» **The task**
Restate exactly the lines from the top of the listing below to the line containing "inspectCommand(request: Request): Promise<number>"; the remaining lines are not wanted.
========
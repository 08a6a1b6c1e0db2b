import { openFindings } from '../findings/open-findings.ts';
import { buildModel } from '../model/build-model.ts';
import { findPatterns } from '../model/find-patterns.ts';
import { systematicEffects } from '../model/systematic-effects.ts';
import { inspectRecord } from '../report/inspect-json.ts';
import { inspectText } from '../report/inspect-text.ts';
import { jsonText } from '../report/json-text.ts';
import type { Inspection } from '../report/result.ts';
import { gatherTakes } from '../takes/gather-takes.ts';
import { EXIT } from './exit-codes.ts';
import { changedFiles, gatherOptions, inputSummary, readMeasurements, readModelInputs, settingsOf } from './inputs.ts';
import { nothingApart } from './nothing-apart.ts';
import type { Request } from './options.ts';
import { installedPackage } from './package-root.ts';
import { progressLine } from './progress.ts';
import { ended } from './solve-command.ts';
import { textStyle, writeMessage, writeResult } from './terminal.ts';

/** Says what the files hold, what is wrong with them, and what can be told apart. Writes no file. */
export async function inspectCommand(request: Request): Promise<number> {
  const { settings, earlier } = await settingsOf(request);
  const progress = progressLine(process.stderr, {
    quiet: request.quiet,
    style: textStyle(process.stderr),
    environment: process.env,
  });
  try {
    const readings = await readMeasurements(settings, progress);
    const set = gatherTakes(readings, gatherOptions(settings));
    const modelInputs = await readModelInputs(settings);
    systematicEffects(set, modelInputs.budget);
    const model = buildModel(set, modelInputs.options);
    const patterns = findPatterns(set, model);
    const inspection: Inspection = {
      version: installedPackage().version,
      input: inputSummary(readings, set, modelInputs),
      set,
      model,
      patterns,
      open: openFindings(set, model, patterns),
    };
    progress.clear();
    for (const sentence of changedFiles(inspection.input, earlier)) writeMessage(sentence);
    await writeResult(
      request.json ? jsonText(inspectRecord(inspection)) : ended(inspectText(inspection, textStyle(process.stdout))),
    );
    return ending(inspection);
  } finally {
    progress.clear();
  }
}

function ending({ model, patterns, open, set }: Inspection): number {
  const isKnown = patterns.patterns.some(({ separability }) =>
    model.responses.some(({ link }) => separability.status[link] !== 'open'),
  );
  if (isKnown) return EXIT.done;
  writeMessage(nothingApart(open, set.frequencies));
  return EXIT.nothingApart;
}
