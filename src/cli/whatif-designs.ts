import { DEFAULT_MODEL_OPTIONS, type ModelOptions } from '../model/model-options.ts';
import { InputError, type InputFault } from '../quantity/input-fault.ts';
import { type AssumedBand, assumedBands } from '../whatif/assumed-scatter.ts';
import { type Design, pairKey, seatingOf } from '../whatif/design.ts';
import { designOfRun, lastSeatings } from '../whatif/design-of-run.ts';
import { emptyDesign, patternDesign } from '../whatif/patterns.ts';
import { readDesign } from '../whatif/read-design.ts';
import { fileSource } from './file-source.ts';
import type { Progress } from './progress.ts';
import { repeatRun, runBands } from './repeat-run.ts';
import { UsageError } from './usage-error.ts';
import { missingText, type WhatifRequest } from './whatif-options.ts';

/** What `whatif` starts from. */
export interface WhatifInputs {
  readonly designs: readonly Design[];
  readonly bands: readonly AssumedBand[];
  readonly model: ModelOptions;
  /** Seating numbers that units of an earlier run have. */
  readonly lastSeatings: ReadonlyMap<string, number>;
  readonly notices: readonly string[];
}

/**
 * Reads the designs, or the run they start from, and the scatter to assume.
 * @throws InputError for designs that cannot be used, UsageError for scatter with gaps.
 */
export async function whatifInputs(request: WhatifRequest, progress: Progress): Promise<WhatifInputs> {
  const read = request.from === undefined ? await planned(request) : await fromRun(request, request.from, progress);
  const faults: InputFault[] = [];
  const designs = read.designs.map((design) => constrained(design, request, faults));
  if (faults.length > 0) throw new InputError(faults);
  if (!read.bands.some(({ repeat, reseat, partner }) => repeat + reseat + partner > 0)) {
    throw new UsageError([
      '--repeat-db, --reseat-db, --partner-db: found no scatter at all; expected one of them above 0.',
    ]);
  }
  return { ...read, designs };
}

async function planned(request: WhatifRequest): Promise<WhatifInputs> {
  const { bands, missing } = assumedBands(request.scatter);
  if (missing.length > 0) throw new UsageError(missing.map(({ step, from, to }) => missingText(step, from, to)));
  const { units, seatings, repeats } = request;
  const notices: string[] = [];
  const designs: Design[] = [];
  for (const file of request.designs) {
    const { design, notices: own } = await readDesign(await fileSource(file), { units, seatings, repeats });
    notices.push(...own);
    designs.push(design);
  }
  if (units !== undefined) {
    designs.push(...request.patterns.map((pattern) => patternDesign(units, pattern, { seatings, repeats })));
    if (designs.length === 0) designs.push(emptyDesign(units));
  }
  const model = { ...DEFAULT_MODEL_OPTIONS, model: request.model };
  return { designs, bands, model, lastSeatings: new Map(), notices };
}

async function fromRun(request: WhatifRequest, name: string, progress: Progress): Promise<WhatifInputs> {
  const run = await repeatRun(name, progress);
  const design = designOfRun(name, run.set, run.leftOut);
  const left = run.leftOut.size;
  // New units may join the bench.
  const units = [...new Set([...design.units, ...(request.units ?? [])])];
  return {
    designs: [{ ...design, units }],
    bands: runBands(run, request.scatter, request.band),
    model: request.model === 'auto' ? run.model : { ...run.model, model: request.model },
    lastSeatings: lastSeatings(run.set),
    notices: [
      ...run.notices,
      ...(left === 0 ? [] : [`${left} takes of the run were flagged and left out: they do not count as made.`]),
    ],
  };
}

/** The design with the forbidden pairs and the control takes of the command line. */
function constrained(design: Design, request: WhatifRequest, faults: InputFault[]): Design {
  const fault = (file: string, found: string, expected: string, remedy: string) =>
    faults.push({ place: { file }, found, expected, remedy });
  if (design.units.length < 2) {
    fault(
      design.name,
      design.units.length === 0 ? 'no unit' : `one unit, ${design.units[0]}`,
      'at least two units, and three to tell them apart',
      `The smallest design that works is a triangle: A > B, B > C, A > C, or --units 3 --pattern all.`,
    );
  }
  const known = design.units.slice(0, 12).join(', ');
  const named = [
    ...request.forbidden.map((pair) => ({ option: '--forbid', pair })),
    ...(request.control === undefined ? [] : [{ option: '--control', pair: request.control }]),
  ];
  for (const { option, pair } of named) {
    for (const unit of pair) {
      if (!design.units.includes(unit)) {
        fault(option, `the unit ${unit}, which the design does not have`, `one of ${known}`, 'Check its spelling.');
      }
    }
  }
  const forbidden = [...design.forbidden, ...request.forbidden];
  const keys = new Set(forbidden.map((pair) => pairKey(...pair)));
  for (const { emitter, receiver, kind } of design.seatings) {
    // What was taken already is there, whatever is forbidden from now on.
    if (kind === 'made' || !keys.has(pairKey(emitter, receiver))) continue;
    fault(
      '--forbid',
      `the pair ${emitter} > ${receiver}, which the design ${design.name} plans`,
      'each pair planned or forbidden, not both',
      'Take it out of the design, or out of --forbid.',
    );
  }
  if (request.control === undefined) return { ...design, forbidden };
  const [emitter, receiver] = request.control;
  if (keys.has(pairKey(emitter, receiver))) {
    fault(
      '--control',
      `the pair ${emitter} > ${receiver}, which is forbidden`,
      'a pair that can be taken',
      'Choose another pair for the control takes.',
    );
  }
  const control = seatingOf(emitter, receiver, { repeats: request.repeats, kind: 'control' });
  return { ...design, forbidden, seatings: [...design.seatings, control, control, control] };
}
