import { createHash } from 'node:crypto';
import { beforeAll, describe, expect, it } from 'vitest';
import { pageFiles } from '../../../src/report/page/page-files.ts';
import type { OutputFile, Result } from '../../../src/report/result.ts';
import { ISLANDS, resultOf, SHIFTED, textOf } from '../example-results.ts';
import { FLAGGED, judgedResult } from '../judged-results.ts';

const SCRIPT = 'const end = "</script>";';
const HOSTILE = '<img src=x onerror="alert(1)">';

const pageOf = (result: Result, script = SCRIPT) => textOf(pageFiles(result, script)[0]!);
const names = (files: readonly OutputFile[]) => files.map(({ name }) => name);

/** A result whose every text is somebody's attack. */
async function hostileResult(): Promise<Result> {
  const lines = SHIFTED.lines.map((line) => ({
    ...line,
    emitter: `${line.emitter}${HOSTILE}`,
    receiver: `${line.receiver}${HOSTILE}`,
  }));
  const input = {
    files: [{ name: `${HOSTILE}.csv`, layout: 'long' as const, sha256: 'ab'.repeat(32), bytes: 1, rows: 1 }],
    notices: [HOSTILE, '</script><script>alert(2)</script>', 'bell \u0007 and \u202e turned'],
  };
  const result = await judgedResult({ ...SHIFTED, lines, input }, [FLAGGED]);
  return { ...result, settings: { files: [HOSTILE], note: '</style>' } };
}

describe('report.html', () => {
  let page = '';
  beforeAll(async () => {
    page = pageOf(await judgedResult(SHIFTED, [FLAGGED]));
  });

  it('has its sections in the order of the questions they answer', () => {
    const titles = [...page.matchAll(/<h2[^>]*>([^<]*)<\/h2>/g)].map(([, title]) => title);
    expect(titles).toEqual([
      'Verdict',
      'The bench',
      'Responses',
      'Where it holds',
      'Scatter',
      'Disagreement',
      'Flagged takes',
      'Loops',
      'Uncertainty',
      'Next takes',
      'How it was made',
    ]);
  });

  it('is held to itself: its policy forbids every fetch, and names style and program by their hashes', () => {
    const policy = /Content-Security-Policy" content="([^"]*)"/.exec(page)![1]!.replaceAll('&#39;', "'");
    const hash = (text: string) => `'sha256-${createHash('sha256').update(text).digest('base64')}'`;
    const style = /<style>([\s\S]*?)<\/style>/.exec(page)![1]!;
    const program = /<script>([\s\S]*?)<\/script>/.exec(page)![1]!;
    expect(program).toBe('const end = "<\\/script>";');
    expect(policy).toBe(
      `default-src 'none'; style-src ${hash(style)}; script-src ${hash(program)}; base-uri 'none'; form-action 'none'`,
    );
    // A policy of hashes leaves no room for styles or programs in attributes.
    expect(page).not.toMatch(/<[^>]+\s(?:style|on\w+)=/);
    expect(page).not.toMatch(/https?:|url\((?!#)/);
  });

  it('stands without its program: pictures, notes and numbers are in the page, and nothing asks for a program', async () => {
    const still = pageOf(await judgedResult(SHIFTED, [FLAGGED]), '');
    expect(still).not.toMatch(/<script>|script-src/);
    expect(still.match(/<figure/g)).toEqual(page.match(/<figure/g));
    expect(still).toMatch(/<pre[^>]*>frequency, Hz|<pre[^>]*>&quot;frequency, Hz/);
  });

  it('has a text alternative, a title and numbers for every picture', () => {
    const figures = [...page.matchAll(/<figure id="figure-([\w-]+)"[\s\S]*?<\/figure>/g)];
    expect(figures.length).toBeGreaterThanOrEqual(5);
    for (const [text, name] of figures) {
      expect(text, name).toContain(`id="${name}-title"`);
      expect(/class="unseen" id="[\w-]+-text">([^<]*)</.exec(text)![1]!.length, name).toBeGreaterThan(20);
      expect(text, name).toContain('<summary>Numbers</summary>');
    }
  });

  it('gives no id twice', () => {
    const ids = [...page.matchAll(/\sid="([^"]*)"/g)].map(([, id]) => id);
    const twice = ids.filter((id, at) => ids.indexOf(id) !== at);
    expect(twice).toEqual([]);
  });

  it('never shows a number where there is none', () => {
    expect(page.replace(/<style>[\s\S]*?<\/style>/, '')).not.toMatch(/NaN|undefined|Infinity|>null</);
  });

  it('leads from the flagged take in the pictures to its own', () => {
    expect(page).toContain('href="#take-T001"');
    expect(page).toContain('id="take-T001"');
  });

  it('shows what is open as open, and no curve for it', async () => {
    const result = await resultOf(ISLANDS);
    const open = pageOf(result);
    expect(open).toMatch(/class="node open"/);
    expect(open).toContain('yonder (open)');
    expect(open).toContain('2 parts that no take connects');
    expect(open.replace(/<style>[\s\S]*?<\/style>/, '')).not.toMatch(/NaN|undefined|Infinity/);
  });

  it('takes no text of the user for markup, and no control character into the page', async () => {
    const hostile = await hostileResult();
    for (const text of [pageOf(hostile), ...pageFiles(hostile, SCRIPT).slice(1).map(textOf)]) {
      expect(text).not.toMatch(/<img|<script>alert|onerror="/);
      for (const character of ['\u0007', '\u202e']) expect(text).not.toContain(character);
    }
    expect(pageOf(hostile)).toContain('&lt;img src=x onerror=&quot;alert(1)&quot;&gt;');
    expect(pageOf(hostile).match(/<\/style>/g)).toHaveLength(1);
  });
});

describe('pictures as files', () => {
  it('are the pictures of the page, each with a title, a description and a style of its own', async () => {
    const files = pageFiles(await judgedResult(SHIFTED, [FLAGGED]), '');
    expect(names(files)).toEqual(
      expect.arrayContaining(['report.html', 'figures/network.svg', 'figures/responses.svg', 'figures/take-T001.svg']),
    );
    for (const file of files.slice(1)) {
      const svg = textOf(file);
      expect(svg, file.name).toMatch(/^<svg xmlns="http:\/\/www.w3.org\/2000\/svg" width="\d+" height="\d+"/);
      expect(svg, file.name).toMatch(/<title>[^<]+<\/title><desc>[^<]+<\/desc><style>/);
      expect(svg, file.name).not.toMatch(/NaN|undefined/);
    }
  });

  it('are the same bytes for the same result', async () => {
    const [one, other] = [pageFiles(await resultOf(SHIFTED), SCRIPT), pageFiles(await resultOf(SHIFTED), SCRIPT)];
    expect(one.map(textOf)).toEqual(other.map(textOf));
  });
});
========
» **Exercise answer**
repository 08a6a1b6c1e0db2b
import { openFindings } from '../findings/open-findings.ts';
import { buildModel } from '../model/build-model.ts';
import { findPatterns } from '../model/find-patterns.ts';
import { systematicEffects } from '../model/systematic-effects.ts';
import { inspectRecord } from '../report/inspect-json.ts';
import { inspectText } from '../report/inspect-text.ts';
import { jsonText } from '../report/json-text.ts';
import type { Inspection } from '../report/result.ts';
import { gatherTakes } from '../takes/gather-takes.ts';
import { EXIT } from './exit-codes.ts';
import { changedFiles, gatherOptions, inputSummary, readMeasurements, readModelInputs, settingsOf } from './inputs.ts';
import { nothingApart } from './nothing-apart.ts';
import type { Request } from './options.ts';
import { installedPackage } from './package-root.ts';
import { progressLine } from './progress.ts';
import { ended } from './solve-command.ts';
import { textStyle, writeMessage, writeResult } from './terminal.ts';

/** Says what the files hold, what is wrong with them, and what can be told apart. Writes no file. */
export async function inspectCommand(request: Request): Promise<number> {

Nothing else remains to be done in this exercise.